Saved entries
▼

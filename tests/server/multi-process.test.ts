/**
 * Two real server processes (A and B, each a full startServer: sessions, outbox worker, proposal
 * scheduler, payment webhooks, rate limiters) on the same test database, e-mail going to one SMTP catcher
 * run by this test. They must behave as one server: a session works on either, every e-mail is delivered
 * once, each expiry and reminder happens once, a webhook delivered to both is applied once, and the
 * sign-in limit counts failures on both together.
 *
 * The worlds (companies, quotes, proposals) are made in this process on the same database; the children
 * do everything the assertions are about.
 */
import { afterAll, beforeAll, describe, expect, it } from "vitest";
import { randomUUID } from "node:crypto";
import { createMailCatcher, type CaughtMessage, type MailCatcher } from "../../server/mail/catcher";
import { enqueueEmail } from "../../server/services/outbox.service";
import { OutboxMessage } from "../../server/models/mail.models";
import { AuditEvent, Job, Payment, PaymentEvent, Proposal, Quote } from "../../server/models/index";
import { signWebhookPayload } from "../../server/fakes/payment-fake";
import { LOCAL_FAKE_WEBHOOK_SECRET } from "../../server/payments/config";
import { testStorage } from "../helpers/app";
import { testSequelize, truncateAll } from "../helpers/db";
import { buildUser, TEST_PASSWORD } from "../helpers/factories";
import { approvedQuoteWorld, sendQuote } from "../helpers/proposal-world";
import { startServerProcess, type ServerProcess } from "../helpers/server-process";

const LOGIN_LIMIT = 6;
let catcher: MailCatcher;
let A: ServerProcess;
let B: ServerProcess;

beforeAll(async () => {
  await truncateAll();
  catcher = createMailCatcher({ port: 0, maxMessages: 5_000 });
  await catcher.listen();
  const env = {
    NODE_ENV: "test",
    PORT: "0",
    HOST: "127.0.0.1",
    LOG_LEVEL: "warn",
    SMTP_URL: `smtp://127.0.0.1:${catcher.port}`,
    OUTBOX_POLL_MS: "100",
    PROPOSAL_SCHEDULER_MS: "1000",
    REMINDER_DAYS_BEFORE: "3",
    LOGIN_MAX_FAILURES: String(LOGIN_LIMIT),
    LOGIN_WINDOW_MINUTES: "15",
    STORAGE_DRIVER: "disk",
    STORAGE_DIR: testStorage().dir, // the proposals' PDFs made in this process are read by the children
    PAYMENTS_USE_FAKE: "true",
    PAYMENT_FAKE_PORT: "0",
  };
  [A, B] = await Promise.all([startServerProcess(env), startServerProcess(env)]);
}, 120_000);

afterAll(async () => {
  for (const [name, s] of [["A", A], ["B", B]] as const) if (s?.stderr().trim()) console.log(`--- server ${name} stderr ---\n${s.stderr()}`);
  await Promise.all([A?.stop(), B?.stop()]);
  await catcher?.close();
}, 30_000);

const sleep = (ms: number) => new Promise((r) => setTimeout(r, ms));

async function until<T>(what: string, probe: () => Promise<T | false | null | undefined>, timeoutMs = 20_000): Promise<T> {
  const end = Date.now() + timeoutMs;
  for (;;) {
    const v = await probe();
    if (v) return v;
    if (Date.now() > end) throw new Error(`timed out waiting for ${what}\n--- A stderr ---\n${A.stderr()}\n--- B stderr ---\n${B.stderr()}`);
    await sleep(100);
  }
}

/** A minimal browser: one cookie jar, any server. */
function browser() {
  const jar = new Map<string, string>();
  async function call(base: string, method: string, path: string, opts: { json?: unknown; csrf?: string } = {}) {
    const headers: Record<string, string> = {};
    if (jar.size) headers.cookie = [...jar].map(([k, v]) => `${k}=${v}`).join("; ");
    if (opts.csrf) headers["x-csrf-token"] = opts.csrf;
    if (opts.json !== undefined) headers["content-type"] = "application/json";
    const res = await fetch(`${base}${path}`, { method, headers, body: opts.json === undefined ? undefined : JSON.stringify(opts.json) });
    for (const c of res.headers.getSetCookie()) {
      const [pair] = c.split(";");
      const i = pair.indexOf("=");
      jar.set(pair.slice(0, i).trim(), pair.slice(i + 1).trim());
    }
    const text = await res.text();
    let body: any = null; // eslint-disable-line @typescript-eslint/no-explicit-any
    try {
      body = text ? JSON.parse(text) : null;
    } catch {
      body = text;
    }
    return { status: res.status, body };
  }
  return {
    call,
    csrf: async (base: string) => (await call(base, "GET", "/api/auth/csrf")).body.token as string,
  };
}

const caught = (match: (m: CaughtMessage) => boolean) => catcher.messages().filter(match);

describe("two server processes on one database", () => {
  it("both are up, each its own process", async () => {
    expect(A.pid).not.toBe(B.pid);
    expect(A.port).not.toBe(B.port);
    for (const s of [A, B]) expect((await fetch(`${s.url}/api/health`)).status).toBe(200);
  });

  it("a session made by signing in on A works on B, with its CSRF token; signing out on B ends it on A", async () => {
    const user = await buildUser({ role: "estimator" });
    const b = browser();
    const login = await b.call(A.url, "POST", "/api/auth/login", { csrf: await b.csrf(A.url), json: { email: user.email, password: TEST_PASSWORD } });
    expect(login.status).toBe(200);
    expect(login.body.user.email).toBe(user.email);
    const meB = await b.call(B.url, "GET", "/api/auth/me");
    expect(meB.status).toBe(200);
    expect(meB.body.user.id).toBe(user.id);
    // A state-changing request on B with the token A handed out (the token lives in the shared session).
    const token = await b.csrf(A.url);
    const created = await b.call(B.url, "POST", "/api/customers", { csrf: token, json: { name: "Two-Server Test Household", email: "household@example.com" } });
    expect(created.status).toBe(201);
    expect((await b.call(A.url, "GET", `/api/customers/${created.body.data.id}`)).status).toBe(200);

    expect((await b.call(B.url, "POST", "/api/auth/logout", { csrf: token })).status).toBe(204);
    const meA = await b.call(A.url, "GET", "/api/auth/me");
    expect(meA.status).toBe(401);
    expect((await b.call(B.url, "GET", "/api/auth/me")).status).toBe(401);
  });

  it("20 e-mails enqueued while both outbox workers run are each delivered exactly once", async () => {
    const run = randomUUID().slice(0, 8);
    const subject = (i: number) => `Two-server outbox ${run} #${i}`;
    await testSequelize().transaction(async (transaction) => {
      for (let i = 0; i < 20; i++) {
        await enqueueEmail(
          { to: `outbox-${i}@example.com`, subject: subject(i), text: `message ${i}`, html: `<p>message ${i}</p>` },
          { transaction, companyId: null, kind: "multi_process_test" },
        );
      }
    });
    const mine = (m: CaughtMessage) => m.subject.startsWith(`Two-server outbox ${run} #`);
    await until("20 e-mails at the catcher", async () => caught(mine).length >= 20);
    await sleep(1_500); // both workers poll every 100 ms: a second copy would have arrived by now
    const got = caught(mine);
    expect(got).toHaveLength(20);
    expect(new Set(got.map((m) => m.subject)).size).toBe(20);
    for (const m of got) expect(m.to).toEqual([`outbox-${m.subject.split("#")[1]}@example.com`]);
    const rows = await OutboxMessage.findAll({ where: { kind: "multi_process_test" } });
    expect(rows.map((r) => r.status)).toEqual(Array(20).fill("sent"));
    expect(rows.every((r) => r.attempts === 1)).toBe(true);
    // Which processes sent them (claimed_by is host:pid:random); logged, not asserted: one fast worker may take all.
    const byPid = new Map<string, number>();
    for (const r of rows) {
      const pid = String(r.claimedBy).split(":")[1];
      byPid.set(pid, (byPid.get(pid) ?? 0) + 1);
    }
    expect([...byPid.keys()].every((pid) => pid === String(A.pid) || pid === String(B.pid))).toBe(true);
    console.log(`outbox: e-mails sent per process ${JSON.stringify(Object.fromEntries(byPid))} (A=${A.pid}, B=${B.pid})`);
  }, 60_000);

  it("the scheduler in both processes expires each proposal once and sends each reminder once", async () => {
    type Sent = { w: Awaited<ReturnType<typeof approvedQuoteWorld>>; token: string; p: Proposal };
    const expiring: Sent[] = [];
    const reminding: Sent[] = [];
    for (let i = 0; i < 3; i++) {
      const w = await approvedQuoteWorld();
      const { token } = await sendQuote(w);
      expiring.push({ w, token, p: (await Proposal.findOne({ where: { quoteId: w.quoteId } }))! });
    }
    for (let i = 0; i < 3; i++) {
      const w = await approvedQuoteWorld();
      const { token } = await sendQuote(w);
      reminding.push({ w, token, p: (await Proposal.findOne({ where: { quoteId: w.quoteId } }))! });
    }
    // Make them due on the database's clock: both schedulers (1 s interval) find the same rows.
    await testSequelize().query("UPDATE proposals SET expires_at = NOW() - INTERVAL 1 MINUTE WHERE id IN (?)", {
      replacements: [expiring.map((e) => e.p.id)],
    });
    await testSequelize().query("UPDATE proposals SET expires_at = NOW() + INTERVAL 1 DAY WHERE id IN (?)", {
      replacements: [reminding.map((e) => e.p.id)],
    });
    const ids = [...expiring, ...reminding].map((e) => e.p.id);
    await until("expiries and reminders", async () => {
      const rows = await Proposal.findAll({ where: { id: ids } });
      return rows.every((p) => (expiring.some((e) => e.p.id === p.id) ? p.status === "expired" : p.reminderSentAt !== null));
    });
    await sleep(3_000); // several more passes of both schedulers: nothing may happen twice
    for (const { w, p, token } of expiring) {
      expect((await Proposal.findByPk(p.id))!.status).toBe("expired");
      expect((await Quote.findByPk(w.quoteId))!.status).toBe("expired");
      expect((await Job.findByPk(w.job.id))!.status).toBe("lost");
      expect(await AuditEvent.count({ where: { entityType: "quote", entityId: w.quoteId, action: "expired" } })).toBe(1);
      const jobChanges = await AuditEvent.findAll({ where: { entityType: "job", entityId: w.job.id, action: "status_changed" } });
      const statusTo = (c: unknown) => ((typeof c === "string" ? JSON.parse(c) : c) as { status?: { to?: string } } | null)?.status?.to;
      const toLost = jobChanges.filter((a) => statusTo(a.changes) === "lost");
      expect(toLost).toHaveLength(1);
      for (const s of [A, B]) expect((await fetch(`${s.url}/api/proposals/${token}`)).status).toBe(404);
    }
    const reminderRows = await OutboxMessage.findAll({ where: { kind: "proposal_reminder" } });
    expect(reminderRows).toHaveLength(3);
    // Quote numbers repeat across companies: each homeowner's address (unique per world) tells the mails apart.
    const reminderTo = (to: string) => (m: CaughtMessage) => m.subject.startsWith("Reminder:") && m.to.includes(to);
    for (const { w, p } of reminding) {
      expect(await AuditEvent.count({ where: { entityType: "quote", entityId: w.quoteId, action: "reminder_sent" } })).toBe(1);
      await until(`the reminder to ${p.sentTo}`, async () => caught(reminderTo(p.sentTo)).length > 0);
    }
    await sleep(500);
    for (const { w, p } of reminding) {
      const got = caught(reminderTo(p.sentTo));
      expect(got).toHaveLength(1);
      expect(got[0].subject).toContain(w.quote.number);
    }
    expect(caught((m) => m.subject.startsWith("Reminder:"))).toHaveLength(3);
    // The expired ones got no reminder.
    for (const { p } of expiring) expect(caught(reminderTo(p.sentTo))).toHaveLength(0);
  }, 120_000);

  it("the same payment webhook event delivered to A and B at the same moment is recorded once: one paid payment, one receipt", async () => {
    for (let round = 0; round < 3; round++) {
      const w = await approvedQuoteWorld();
      const { token } = await sendQuote(w);
      const option = w.quote.revision.options[0];
      const h = browser();
      const accepted = await h.call(B.url, "POST", `/api/proposals/${token}/accept`, { json: { optionId: option.id, signerName: "Mara Quillfeather", consent: true } });
      expect(accepted.status).toBe(200);
      const deposit = await h.call(A.url, "POST", `/api/proposals/${token}/deposit`, { json: {} });
      expect(deposit.status).toBe(200);
      const sessionId = String(deposit.body.url).split("/pay/")[1];
      const payment = (await Payment.findOne({ where: { proposalId: (await Proposal.findOne({ where: { quoteId: w.quoteId } }))!.id } }))!;
      expect(payment.status).toBe("pending");
      expect(payment.providerSessionId).toBe(sessionId);

      const eventId = `evt_multi_${randomUUID().replace(/-/g, "")}`;
      const body = JSON.stringify({
        id: eventId,
        object: "event",
        type: "checkout.session.completed",
        created: Math.floor(Date.now() / 1000),
        data: {
          object: {
            id: sessionId,
            object: "checkout.session",
            payment_status: "paid",
            payment_intent: `pi_multi_${round}`,
            metadata: { paymentId: String(payment.id), proposalId: String(payment.proposalId) },
          },
        },
      });
      const signature = signWebhookPayload(body, LOCAL_FAKE_WEBHOOK_SECRET);
      const post = (s: ServerProcess) =>
        fetch(`${s.url}/api/payments/webhook`, { method: "POST", headers: { "content-type": "application/json", "stripe-signature": signature }, body }).then(
          async (r) => ({ status: r.status, body: (await r.json()) as { received: boolean; duplicate: boolean } }),
        );
      // Twice to each, all four at once.
      const results = await Promise.all([post(A), post(B), post(A), post(B)]);
      expect(results.map((r) => r.status)).toEqual([200, 200, 200, 200]);
      expect(results.filter((r) => r.body.duplicate === false)).toHaveLength(1);
      expect(await PaymentEvent.count({ where: { eventId } })).toBe(1);
      const after = (await Payment.findByPk(payment.id))!;
      expect(after.status).toBe("paid");
      expect(await Payment.count({ where: { proposalId: payment.proposalId } })).toBe(1);
      expect(await AuditEvent.count({ where: { entityType: "payment", entityId: payment.id, action: "paid" } })).toBe(1);
      expect(await OutboxMessage.count({ where: { kind: "deposit_receipt", companyId: w.company.id } })).toBe(1);
      const homeownerEmail = (await Proposal.findByPk(payment.proposalId))!.sentTo;
      const receipt = (m: CaughtMessage) => m.subject.startsWith("Receipt: deposit") && m.to.includes(homeownerEmail);
      await until(`the receipt to ${homeownerEmail}`, async () => caught(receipt).length > 0);
      await sleep(500);
      expect(caught(receipt)).toHaveLength(1);
    }
  }, 120_000);

  it("the sign-in limit is shared: failures alternated between A and B hit 429 at the configured total", async () => {
    const user = await buildUser({ role: "owner" });
    const onA = browser();
    const onB = browser(); // separate sessions: the limit is per IP and e-mail, not per session
    const statuses: number[] = [];
    for (let i = 0; i < LOGIN_LIMIT + 2; i++) {
      const [c, s] = i % 2 === 0 ? [onA, A] : [onB, B];
      const res = await c.call(s.url, "POST", "/api/auth/login", { csrf: await c.csrf(s.url), json: { email: user.email, password: "not-the-password" } });
      statuses.push(res.status);
      if (res.status === 429) expect(res.body.error.code).toBe("rate_limited");
    }
    expect(statuses).toEqual([...Array(LOGIN_LIMIT).fill(401), 429, 429]);
    // Locked out on both, even with the right password (a success would reset the count).
    for (const [c, s] of [[onA, A], [onB, B]] as const) {
      const res = await c.call(s.url, "POST", "/api/auth/login", { csrf: await c.csrf(s.url), json: { email: user.email, password: TEST_PASSWORD } });
      expect(res.status).toBe(429);
    }
    // Another e-mail from the same IP still signs in (counted apart), on either server.
    const other = await buildUser({ role: "owner" });
    const res = await onB.call(B.url, "POST", "/api/auth/login", { csrf: await onB.csrf(B.url), json: { email: other.email, password: TEST_PASSWORD } });
    expect(res.status).toBe(200);
  }, 60_000);
});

▲

▶ What the task asks:
If a line above includes the string "randomUUID", pick it out.

▶ Task result:
import { randomUUID } from "node:crypto";
    const run = randomUUID().slice(0, 8);
      const eventId = `evt_multi_${randomUUID().replace(/-/g, "")}`;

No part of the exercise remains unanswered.